*Your assignment*. Please return each record exactly as it stands.

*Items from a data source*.
/// Serve the session's lines until it goes away or the serial link fails
/// (then the session sees its link closed and opens it again).
async fn run_bridge(far: tokio::io::DuplexStream, link: Link, map: Arc<Map>) {
    let slave = tokio_modbus::Slave(map.line.slave);
    let ctx = tokio_modbus::client::rtu::attach_slave(link, slave);
    let mut b = Bridge {
        ctx,
        map,
        errors: VecDeque::new(),
    };
    let (read, mut write) = tokio::io::split(far);
    let mut lines = BufReader::new(read).lines();
    while let Ok(Some(line)) = lines.next_line().await {
        match b.line(&line).await {
            Ok(Some(reply)) => {
                if write
                    .write_all(format!("{reply}\n").as_bytes())
                    .await
                    .is_err()
                {
                    return;
                }
            }
            Ok(None) => {}
            Err(()) => return,
        }
    }
}

#[cfg(test)]
mod tests {
    use super::*;

    fn map(order: WordOrder) -> Map {
        Map {
            line: Line {
                slave: 1,
                timeout_ms: 200,
                retries: 1,
                word_order: order,
                frame_gap_ms: 2,
            },
            ops: BTreeMap::new(),
        }
    }

    fn reg(words: u8, signed: bool, scale: f64) -> Register {
        Register {
            function: 3,
            register: 0,
            scale,
            words,
            signed,
            value: None,
        }
    }

    /// Scaling and word order round-trip; values that do not fit are refused.
    #[test]
    fn values_scale_and_split_into_words() {
        let m = map(WordOrder::HighFirst);
        let r = reg(2, false, 1000.0);
        // 70.000 V in millivolts is 70000 = 0x0001_1170.
        assert_eq!(m.encode(&r, 70.0).unwrap(), vec![0x0001, 0x1170]);
        assert_eq!(m.decode(&r, &[0x0001, 0x1170]), 70.0);
        let lf = map(WordOrder::LowFirst);
        assert_eq!(lf.encode(&r, 70.0).unwrap(), vec![0x1170, 0x0001]);
        assert_eq!(lf.decode(&r, &[0x1170, 0x0001]), 70.0);
        // Signed: -1.5 A in mA is 0xFFFF_FA24 as two's complement.
        let s = reg(2, true, 1000.0);
        assert_eq!(m.encode(&s, -1.5).unwrap(), vec![0xFFFF, 0xFA24]);
        assert_eq!(m.decode(&s, &[0xFFFF, 0xFA24]), -1.5);
        let c = reg(1, false, 100.0);
        assert_eq!(m.encode(&c, 12.34).unwrap(), vec![1234]);
        assert!(m.encode(&c, 700.0).is_err(), "70000 cV is over 65535");
        assert!(m.encode(&c, -1.0).is_err());
        assert_eq!(m.decode(&reg(1, true, 10.0), &[0xFF9C]), -10.0);
    }
}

*Solution to this problem*.
/// Serve the session's lines until it goes away or the serial link fails
/// (then the session sees its link closed and opens it again).
async fn run_bridge(far: tokio::io::DuplexStream, link: Link, map: Arc<Map>) {
    let slave = tokio_modbus::Slave(map.line.slave);
    let ctx = tokio_modbus::client::rtu::attach_slave(link, slave);
    let mut b = Bridge {
        ctx,
        map,
        errors: VecDeque::new(),
    };
    let (read, mut write) = tokio::io::split(far);
    let mut lines = BufReader::new(read).lines();
    while let Ok(Some(line)) = lines.next_line().await {
        match b.line(&line).await {
            Ok(Some(reply)) => {
                if write
                    .write_all(format!("{reply}\n").as_bytes())
                    .await
                    .is_err()
                {
                    return;
                }
            }
            Ok(None) => {}
            Err(()) => return,
        }
    }
}

#[cfg(test)]
mod tests {
    use super::*;

    fn map(order: WordOrder) -> Map {
        Map {
            line: Line {
                slave: 1,
                timeout_ms: 200,
                retries: 1,
                word_order: order,
                frame_gap_ms: 2,
            },
            ops: BTreeMap::new(),
        }
    }

    fn reg(words: u8, signed: bool, scale: f64) -> Register {
        Register {
            function: 3,
            register: 0,
            scale,
            words,
            signed,
            value: None,
        }
    }

    /// Scaling and word order round-trip; values that do not fit are refused.
    #[test]
    fn values_scale_and_split_into_words() {
        let m = map(WordOrder::HighFirst);
        let r = reg(2, false, 1000.0);
        // 70.000 V in millivolts is 70000 = 0x0001_1170.
        assert_eq!(m.encode(&r, 70.0).unwrap(), vec![0x0001, 0x1170]);
        assert_eq!(m.decode(&r, &[0x0001, 0x1170]), 70.0);
        let lf = map(WordOrder::LowFirst);
        assert_eq!(lf.encode(&r, 70.0).unwrap(), vec![0x1170, 0x0001]);
        assert_eq!(lf.decode(&r, &[0x1170, 0x0001]), 70.0);
        // Signed: -1.5 A in mA is 0xFFFF_FA24 as two's complement.
        let s = reg(2, true, 1000.0);
        assert_eq!(m.encode(&s, -1.5).unwrap(), vec![0xFFFF, 0xFA24]);
        assert_eq!(m.decode(&s, &[0xFFFF, 0xFA24]), -1.5);
        let c = reg(1, false, 100.0);
        assert_eq!(m.encode(&c, 12.34).unwrap(), vec![1234]);
        assert!(m.encode(&c, 700.0).is_err(), "70000 cV is over 65535");
        assert!(m.encode(&c, -1.0).is_err());
        assert_eq!(m.decode(&reg(1, true, 10.0), &[0xFF9C]), -10.0);
    }
}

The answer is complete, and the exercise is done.